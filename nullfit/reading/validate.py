"""The validation rules that turn three columns into a `Scan` (or a one-line `ScanError`).

Order of the checks (each names file, row and column where it applies):

1. lengths agree, at least one row, numeric values;
2. non-finite readings (NaN, ±inf, empty cells): dropped and counted with a `ScanWarning`
   (``nonfinite="drop"``), or refused (``nonfinite="raise"``);
3. time: an epoch split (Unix seconds > 1e8 s become an integer-second epoch plus relative
   seconds, via int64 nanoseconds), times strictly increasing (a duplicate or a step back names
   the row), and relative times within ±1e8 s (about three years) of the epoch;
4. angles: not absurdly large, and plausible for the declared unit (degrees that look like
   radians, or the reverse);
5. turn numbering (:func:`nullfit.reading.turn_numbering.number_turns`, with the times, so that gaps in a
   modulo-360° log are bridged), at least one complete turn;
6. a signal that is not constant;
7. angle coverage (over the complete turns) able to separate cos 2θ from sin 2θ.
"""

from __future__ import annotations

import math
import warnings
from typing import Any, Mapping

import numpy as np

from ..core.conventions import SIGNAL_UNITS, check_angle_unit
from ..core.errors import ScanError, ScanWarning, where
from .timebase import UNIX_MAX_S, UNIX_THRESHOLD_S, float_seconds_to_ns, split_epoch
from .turn_numbering import REVERSAL_HYSTERESIS_DEG, TWO_PI, number_turns

#: Relative times (seconds from the epoch) must stay within this (about three years).
MAX_RELATIVE_S = 1e8
#: Angles beyond a billion turns are not a turntable angle (and would lose float precision).
MAX_ABS_TURNS = 1e9
#: Smallest eigenvalue of the normalised (cos 2θ, sin 2θ) Gram matrix below which the two cannot
#: be separated (uniform coverage gives 0.5).
MIN_COVERAGE = 1e-3
NONFINITE_REASON = "missing, NaN or infinite value"


# ---------------------------------------------------------------------------------- checks
def coverage_condition(angle_rad: np.ndarray, k: int = 2) -> float:
    """Smallest eigenvalue of the normalised Gram matrix of (cos kθ, sin kθ) after removing
    the mean: 0.5 for uniform coverage, 0 when cos kθ and sin kθ cannot be separated."""
    angle_rad = np.asarray(angle_rad, dtype=float)
    if angle_rad.size == 0:
        return 0.0
    c = np.cos(k * angle_rad)
    s = np.sin(k * angle_rad)
    c = c - c.mean()
    s = s - s.mean()
    g = np.array([[c @ c, c @ s], [c @ s, s @ s]]) / angle_rad.size
    return float(np.linalg.eigvalsh(g)[0])


def _as_float(x, source, name) -> np.ndarray:
    try:
        return np.asarray(x, dtype=float).ravel()
    except (TypeError, ValueError) as err:
        raise ScanError(f"{where(source, None, name)}: values are not numeric ({err})".replace("\n", " ")) from None


def check_columns(time, angle, signal, *, angle_unit="deg", epoch_unix=None, signal_unit="fringe",
                  source="<data>", rows=None, columns: Mapping[str, str] | None = None,
                  aux: Mapping[str, Any] | None = None, dropped: Mapping[str, int] | None = None,
                  nonfinite: str = "drop", angle_unit_origin: str | None = None,
                  hysteresis_deg: float = REVERSAL_HYSTERESIS_DEG) -> dict:
    """Run the checks of this module; return the fields of a `Scan` as a dict.

    ``angle_unit_origin`` says where the declared angle unit came from (e.g. ``"run.toml
    [units] angle"``), for messages.  See :meth:`nullfit.reading.scan.Scan.from_arrays` for the
    rest.
    """
    check_angle_unit(angle_unit)
    if nonfinite not in ("drop", "raise"):
        raise ValueError(f"nonfinite must be 'drop' or 'raise', not {nonfinite!r}")
    if signal_unit not in SIGNAL_UNITS:
        raise ValueError(f"signal_unit must be 'fringe' or 'fractional', not {signal_unit!r}")
    source = str(source)
    cols = {"time": "time", "angle": "angle", "signal": "signal"}
    cols.update(columns or {})
    t = _as_float(time, source, cols["time"])
    a = _as_float(angle, source, cols["angle"])
    y = _as_float(signal, source, cols["signal"])
    n = t.size
    if not (a.size == n and y.size == n):
        raise ScanError(f"{where(source)}: columns have different lengths ({n}, {a.size}, {y.size})")
    rows = np.arange(1, n + 1) if rows is None else np.asarray(rows, dtype=np.int64).ravel()
    if rows.size != n:
        raise ValueError(f"rows has {rows.size} entries for {n} readings")
    aux_arr = {str(k): _as_float(v, source, str(k)) for k, v in (aux or {}).items()}
    for k, v in aux_arr.items():
        if v.size != n:
            raise ScanError(f"{where(source, None, k)}: auxiliary column has {v.size} values for {n} rows")
    if n == 0:
        raise ScanError(f"{where(source)}: the log has no data rows")
    drops: dict[str, int] = dict(dropped or {})

    # 2. non-finite readings
    named = [(cols["time"], t), (cols["angle"], a), (cols["signal"], y)] + list(aux_arr.items())
    finite = np.ones(n, bool)
    for _, v in named:
        finite &= np.isfinite(v)
    if not finite.all():
        bad = int(np.flatnonzero(~finite)[0])
        name = next(k for k, v in named if not np.isfinite(v[bad]))
        nbad = int((~finite).sum())
        if nonfinite == "raise":
            raise ScanError(f"{where(source, int(rows[bad]), name)}: value is missing, NaN or infinite "
                            f"({nbad} such row(s); pass nonfinite='drop' to drop and count them)")
        warnings.warn(f"{where(source, int(rows[bad]), name)}: dropped {nbad} row(s) with missing, NaN or "
                      "infinite values", ScanWarning, stacklevel=3)
        drops[NONFINITE_REASON] = drops.get(NONFINITE_REASON, 0) + nbad
        t, a, y, rows = t[finite], a[finite], y[finite], rows[finite]
        aux_arr = {k: v[finite] for k, v in aux_arr.items()}
        n = t.size
        if n == 0:
            raise ScanError(f"{where(source)}: no rows left after dropping {nbad} row(s) with missing, "
                            "NaN or infinite values")

    # 3. time: epoch split, strictly increasing, bounded
    t, epoch_unix = _split_time(t, epoch_unix, source, rows, cols["time"])
    dt = np.diff(t)
    if dt.size and not (dt > 0).all():
        i = int(np.flatnonzero(~(dt > 0))[0]) + 1
        kind = "duplicate" if dt[i - 1] == 0 else "decreasing"
        raise ScanError(f"{where(source, int(rows[i]), cols['time'])}: {kind} time "
                        f"({t[i]:.9g} s after {t[i - 1]:.9g} s in row {int(rows[i - 1])}); times must strictly increase")
    far = np.abs(t) > MAX_RELATIVE_S
    if far.any():
        i = int(np.flatnonzero(far)[0])
        raise ScanError(f"{where(source, int(rows[i]), cols['time'])}: time {t[i]:.9g} s from the "
                        f"{'epoch' if epoch_unix is not None else 'start'} is more than 1e8 s (3 years) "
                        "away; mixed relative and Unix times, or not seconds?")

    # 4. angles
    too_big = np.abs(a) > MAX_ABS_TURNS * (360.0 if angle_unit == "deg" else TWO_PI)
    if too_big.any():
        i = int(np.flatnonzero(too_big)[0])
        raise ScanError(f"{where(source, int(rows[i]), cols['angle'])}: angle {a[i]:.6g} {angle_unit} is more "
                        "than a billion turns; not a turntable angle")
    a_rad = _angles_to_rad(a, angle_unit, source, cols["angle"], angle_unit_origin, hysteresis_deg)

    # 5. turns
    turns = number_turns(a_rad, time=t, hysteresis_deg=hysteresis_deg)
    if not turns.complete.any():
        raise ScanError(_no_turn_message(a, a_rad, turns, angle_unit, source, cols["angle"]))

    # 6. constant signal
    if float(y.max()) == float(y.min()):
        raise ScanError(f"{where(source, None, cols['signal'])}: the signal is constant ({y[0]:.9g}); "
                        "nothing to fit")

    # 7. coverage over the complete turns: can cos 2θ and sin 2θ be separated?
    use = turns.complete[turns.turn]
    cond = coverage_condition(turns.unwrapped[use], 2)
    if cond < MIN_COVERAGE:
        az = np.mod(np.rad2deg(turns.unwrapped[use]), 360.0)
        nuniq = np.unique(np.round(az, 2) % 360.0).size
        raise ScanError(f"{where(source, None, cols['angle'])}: angle coverage cannot separate cos 2θ from "
                        f"sin 2θ (readings at {nuniq} distinct azimuth(s) in the complete turns, "
                        f"condition {cond:.2g} < {MIN_COVERAGE:g}); read at least 3 azimuths spread over half a turn")

    return dict(time=t, angle=turns.unwrapped, signal=y, turn=turns.turn, turn_complete=turns.complete,
                turn_sense=turns.sense, rows=rows, epoch_unix=epoch_unix, unit=signal_unit,
                source=source, dropped=tuple(drops.items()), aux=aux_arr, n_reversals=turns.n_reversals)


def _split_time(t, epoch_unix, source, rows, col):
    """Apply the epoch rules of :func:`build_scan` (step 3)."""
    if epoch_unix is None:
        if t[0] > UNIX_THRESHOLD_S:
            over = ~(t < UNIX_MAX_S)
            if over.any():
                i = int(np.flatnonzero(over)[0])
                raise ScanError(f"{where(source, int(rows[i]), col)}: time {t[i]:.9g} s is too large in magnitude "
                                f"for Unix seconds (limit {UNIX_MAX_S:.2g} s, the year 2261); not a time in seconds")
            ns, ok = float_seconds_to_ns(t)
            epoch, rel = split_epoch(ns, ok)
            return rel, epoch
        if t[0] < -UNIX_THRESHOLD_S:
            raise ScanError(f"{where(source, int(rows[0]), col)}: time {t[0]:.9g} s is neither relative seconds "
                            "(|t| < 1e8) nor Unix seconds")
        return t, None
    e = float(epoch_unix)
    if not (math.isfinite(e) and abs(e) < UNIX_MAX_S):
        raise ValueError(f"epoch_unix must be Unix seconds before the year 2262, not {epoch_unix!r}")
    whole = math.floor(e)
    if e != whole:  # keep the epoch a whole second; the fraction moves into the times
        t = t + (e - whole)
    return t, int(whole)


def _no_turn_message(a, a_rad, turns, unit, source, col) -> str:
    span = float(np.ptp(turns.unwrapped)) * 180 / math.pi
    msg = (f"{where(source, None, col)}: less than one complete turn (the table turned through {span:.4g}°"
           f"{f' in {turns.n_reversals + 1} segments between direction changes' if turns.n_reversals else ''}")
    if span >= 360:
        msg += "; a complete turn needs at least 3 readings"
    msg += ")"
    if unit == "deg" and float(np.ptp(a)) >= TWO_PI and number_turns(a).complete.any():
        msg += "; as radians they would make complete turns: set angle_unit='rad' if they are radians"
    return msg


def _angles_to_rad(a: np.ndarray, unit: str, source, col, origin, hysteresis_deg) -> np.ndarray:
    """Convert to radians, refusing angles that clearly are in the other unit."""
    declared = origin or f"angle_unit={unit!r}"
    lo, hi = float(a.min()), float(a.max())
    span = hi - lo
    if unit == "deg":
        # everything inside ±2π: radians (as degrees it would be less than one turn anyway)
        if 0 < span and max(abs(lo), abs(hi)) <= TWO_PI * 1.001:
            raise ScanError(f"{where(source, None, col)}: angles span only {lo:.4g}..{hi:.4g} although degrees "
                            f"were declared ({declared}); they look like radians (set angle_unit='rad'), and as "
                            "degrees they would cover less than one turn")
        return np.deg2rad(a)
    # declared radians
    if span > TWO_PI + math.radians(hysteresis_deg):
        d = np.diff(a)
        moving = d[np.abs(d) > 1e-9]
        if moving.size:
            med = float(np.median(np.abs(moving)))
            sense = 1.0 if np.median(moving) >= 0 else -1.0
            wraps = (np.abs(moving) > 300.0) & (np.sign(moving) != sense) & (max(abs(lo), abs(hi)) <= 360.5)
            integral = float((np.abs(np.mod(a, 1.0)) < 1e-9).mean())
            if wraps.any() or med > math.pi / 2 or (integral > 0.5 and hi >= 90):
                why = ("jumps back by about 360 at wraps" if wraps.any() else
                       f"steps of {med:.4g} per reading" if med > math.pi / 2 else "whole-numbered values")
                raise ScanError(f"{where(source, None, col)}: angles reach {hi:.6g} with {why} although radians "
                                f"were declared ({declared}); they look like degrees (set angle_unit='deg')")
    return a.copy()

• **WORK INSTRUCTION**: The lines needed are the ones from the first line of the entries through the line that contains "MAX_ABS_TURNS = 1e9", given again without any change.

• **REPLY TO THE EXERCISE**:
filename nullfit/reading/validate.py
"""The validation rules that turn three columns into a `Scan` (or a one-line `ScanError`).

Order of the checks (each names file, row and column where it applies):

1. lengths agree, at least one row, numeric values;
2. non-finite readings (NaN, ±inf, empty cells): dropped and counted with a `ScanWarning`
   (``nonfinite="drop"``), or refused (``nonfinite="raise"``);
3. time: an epoch split (Unix seconds > 1e8 s become an integer-second epoch plus relative
   seconds, via int64 nanoseconds), times strictly increasing (a duplicate or a step back names
   the row), and relative times within ±1e8 s (about three years) of the epoch;
4. angles: not absurdly large, and plausible for the declared unit (degrees that look like
   radians, or the reverse);
5. turn numbering (:func:`nullfit.reading.turn_numbering.number_turns`, with the times, so that gaps in a
   modulo-360° log are bridged), at least one complete turn;
6. a signal that is not constant;
7. angle coverage (over the complete turns) able to separate cos 2θ from sin 2θ.
"""

from __future__ import annotations

import math
import warnings
from typing import Any, Mapping

import numpy as np

from ..core.conventions import SIGNAL_UNITS, check_angle_unit
from ..core.errors import ScanError, ScanWarning, where
from .timebase import UNIX_MAX_S, UNIX_THRESHOLD_S, float_seconds_to_ns, split_epoch
from .turn_numbering import REVERSAL_HYSTERESIS_DEG, TWO_PI, number_turns

#: Relative times (seconds from the epoch) must stay within this (about three years).
MAX_RELATIVE_S = 1e8
#: Angles beyond a billion turns are not a turntable angle (and would lose float precision).
MAX_ABS_TURNS = 1e9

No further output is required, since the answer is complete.